At least it has knocked the Bailout/4-year plan/IMF issue off the top news story.


----------



## Purple (1 Dec 2010)

Shawady said:


> At least it has knocked the Bailout/4-year plan/IMF issue off the top news story.



I've already pointed out (on another thread) that they are linked;
The IMF turned off the heat to save money


----------



## Liamos (1 Dec 2010)

It must be all that global warming the green brigade keep telling us about.


----------



## Teatime (1 Dec 2010)

zxcvbnm said:


> Isn't the weather terrible these days ?



I disagree. I live in a rural area and its gorgeous outside. Ok the driving is a bit slow but I rather slow to the usual speed and we're all experienced ice drivers after last years freeze...I want the snow to last until the weekend so I can build a decent snowman.

Dont forget to feed the birds though. They would have eaten out of my hands this morning I reckon.


----------



## truthseeker (1 Dec 2010)

hate it hate it hate it hate it hate it.

Hate the inconvenience of it, hate the cold, hate walking on it, hate being so tense in the car that my back is in spasm by the time i get out, hate having to leave so much earlier to get to work, hate that my outside activities are curtailed (have not gotten to the gym yet this week and my pilates was cancelled), hate slipping and sliding all over the pavement at work and outside my front door, hate that life has become reduced to a terrifying drive to work, a terrifying drive home from work and then stuck in the house all evening.

I like feeding the birdies though


----------



## CMK (1 Dec 2010)

Absolutely hate it.  Terrified getting in and out of work every day, total nightmare.


----------



## The_Banker (1 Dec 2010)

I hate it.

That, and Christmas.


----------



## Caveat (1 Dec 2010)

+ 1


----------



## PyritePete (1 Dec 2010)

love it, love it, love it, love it !!! Driving is much more fun, kids joyfully playing - saw 2 young girls being pulled by their dad (I assume) on a sleigh earlier, have a look at rte website for the photo gallery & so on...


----------



## Purple (1 Dec 2010)

I love it. When you hate snow you are officially a grown-up and I'm not even 40 yet so I'm way off that!

I love walking in it, I love how it looks and I love playing with the kids in it.
The driving is a bit of a problem but the worst that can happen is I have to walk to and from work.
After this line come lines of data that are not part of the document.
"""A circuit written as OpenQASM 3 text, for devices that read that language.

How an OpenQASM 2.0 circuit is written in OpenQASM 3 (the choice made here): from its
canonical form (``canonical.py``), so any program, 2.0 or 3, with user gates or not, is
written alike: ``OPENQASM 3.0;`` and ``include "stdgates.inc";``, one ``qubit[N] q;``, the
classical registers in declaration order as ``bit[n] c0; bit[m] c1; ...`` (their order
and sizes decide how count keys are written, so they are kept), then one statement per
operation on absolute indices: ``c0[1] = measure q[2];``, ``reset q[0];``,
``barrier q[0], q[1];`` and ``if (c0 == 3) x q[0];`` for a condition on a whole register.

Gates: OpenQASM 3's ``stdgates.inc`` holds most of the 2.0 standard header's gates under
the same names (the specification's standard_library.rst); this reader turns a call of
each into the same operation as its 2.0 twin, so the text reads back into a circuit with
the same canonical text and hash. The header's gates that ``stdgates.inc`` lacks (``u``,
``u0``, ``sxdg``, ``csx``, ``cu1``, ``cu3``, ``rxx``, ``rzz``, ``rccx``, ``rc3x``,
``c3x``, ``c3sqrtx``, ``c4x``) are declared at the top with the definitions jobkeeper's
own 2.0 header gives them (``stdgates.py``: arXiv:1707.03429 and the later headers): a
device runs the same operations, though they read back decomposed, under another hash.
OpenQASM 3 has no ``opaque`` gates: a circuit that declares one cannot be written.
"""

from __future__ import annotations

import re

from jobkeeper.circuit.canonical import Spelling, operation_line, register_names
from jobkeeper.circuit.ir import Circuit
from jobkeeper.circuit.stdgates import EXTENSIONS, QELIB1, STANDARD_GATES
from jobkeeper.exceptions import CircuitError

#: the gates of ``stdgates.inc`` (the specification's standard library) that the 2.0
#: header also has, under the same name and meaning.
SHARED_GATES = frozenset(
    {"p", "x", "y", "z", "h", "s", "sdg", "t", "tdg", "sx", "rx", "ry", "rz", "cx", "cy",
     "cz", "cp", "crx", "cry", "crz", "ch", "swap", "ccx", "cswap", "cu", "id", "u1", "u2",
     "u3"}
)  # fmt: skip

#: statements as OpenQASM 3 writes them (the specification's "Classical instructions":
#: ``c[0] = measure q[0];``, ``if (c == 3) ...``)
OPENQASM3 = Spelling(
    comma=", ", condition="if ({register} == {value}) ", measure="{bit} = measure {qubit};"
)

_DEFINITION = re.compile(r"gate\s+(\w+)[^{]*\{[^}]*\}")
_WORD = re.compile(r"[A-Za-z_]\w*")


def _header_definitions() -> dict[str, str]:
    """The 2.0 header's gate definitions by name, in the header's order (each uses only
    gates defined before it)."""
    found: dict[str, str] = {}
    for match in _DEFINITION.finditer(QELIB1 + EXTENSIONS):
        found[match[1]] = " ".join(match[0].split())
    return found


_HEADER = _header_definitions()


def _declarations(names: set[str]) -> list[str]:
    """The definitions of ``names`` and of every non-shared gate they use, in order."""
    needed = set(names)
    for name in reversed(list(_HEADER)):  # later definitions use earlier ones only
        if name in needed:
            body = _HEADER[name].split("{", 1)[1]
            needed |= {w for w in _WORD.findall(body) if w in _HEADER and w not in SHARED_GATES}
    return [text for name, text in _HEADER.items() if name in needed]


def openqasm3_text(circuit: Circuit) -> str:
    """``circuit`` as OpenQASM 3 text (see the module docstring); CircuitError for a
    circuit with opaque gates or an operation it cannot write."""
    if circuit.opaque or circuit.opaque_signatures:
        opaque = sorted(circuit.opaque | {name for name, _, _ in circuit.opaque_signatures})
        raise CircuitError(
            f"OpenQASM 3 has no opaque gates; the circuit declares {', '.join(opaque)}"
        )
    unshared = {op.name for op in circuit.operations if op.name in STANDARD_GATES}
    unshared -= SHARED_GATES
    lines = ["OPENQASM 3.0;", 'include "stdgates.inc";', *_declarations(unshared)]
    if circuit.num_qubits:
        lines.append(f"qubit[{circuit.num_qubits}] q;")
    lines += [f"bit[{reg.size}] c{k};" for k, reg in enumerate(circuit.cregs)]
    names = register_names(circuit)
    lines += [operation_line(circuit, op, names, {}, OPENQASM3) for op in circuit.operations]
    return "\n".join(lines) + "\n"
That's about 2 hours each way on foot but it's all part of the adventure.


----------



## pixiebean22 (1 Dec 2010)

I loved it right up to about 3 minutes ago when I heard Dublin Bus has packed it in and there is a nearly 90 minute delay on homebound Waterford services


----------



## MandaC (2 Dec 2010)

PyritePete said:


> .......kids joyfully playing



D'ont know where you are, but all we have on our work route are skangers trying to open our car doors when we are stuck to pelt people with iceballs, eggs or steal their stuff out of cars.

Two different people phoned me from the office who had left to tell me not to leave because they had been attacked by local "children"  I phoned the Gardai for them, who told me, unfortunately they would be unable to get up there because of weather and he did not know why people did not have their doors locked!!!


----------



## micmclo (2 Dec 2010)

The local kids have turned my walk home from the shops into snipers alley
They stand in the park on a slope and fire down on their target below
Yeah, I can give it back if it's a lad or two but not a gang of seven or eight

If there is one good thing, going out for a walk is a good workout, stretch those calves!


----------



## PyritePete (2 Dec 2010)

MandaC, we're in Kildare. Got buckets of snow. Genuinely saw those 2 kids I mentioned. 

Yes there are some older "kids" who are mostly interested in causing mayhem but sod them.


----------



## MandaC (3 Dec 2010)

......I am in Kildare too and in fairness and most of our smaller kiddies are making the most of things as well.  It's only when I go to Dublin to work that I have any issues en route.

Am awake now at 3am dreading the terror drive to work again.  I am with the people who hate, hate, hate, this weather and hope it ends soon.


----------



## Welfarite (3 Dec 2010)

CMK said:


> Absolutely hate it. Terrified getting in and out of work every day, total nightmare.


Why are you terrifed. The fact is that nobody has been killed on our roads since the bad weather blew in, has there? .... terrifed of what? a small prang at 20k per hour? 


truthseeker said:


> hate having to leave so much earlier to get to work, hate that my outside activities are curtailed


Why not sit at home and destress looking out the window at teh picture-postcard scenes while gently exercising? Mocuh better than Pilates


Kids 'attacking' adults with snowballs. What is the world coming to? Next thing is they'll be putting stones in the middle of the snowballs .....


----------



## MandaC (3 Dec 2010)

Welfarite said:


> Why are you terrifed. The fact is that nobody has been killed on our roads since the bad weather blew in, has there? .... terrifed of what? a small prang at 20k per hour?
> 
> Why not sit at home and destress looking out the window at teh picture-postcard scenes while gently exercising? Mocuh better than Pilates
> 
> ...



Even a small "prang" costs money to fix. Which is in short supply at the minute.  Worse again if you prang someone else.   Claim your insurance and NCB gone.  My car is only four months old and cost over 35k.  I would prefer not to damage it or myself or someone else.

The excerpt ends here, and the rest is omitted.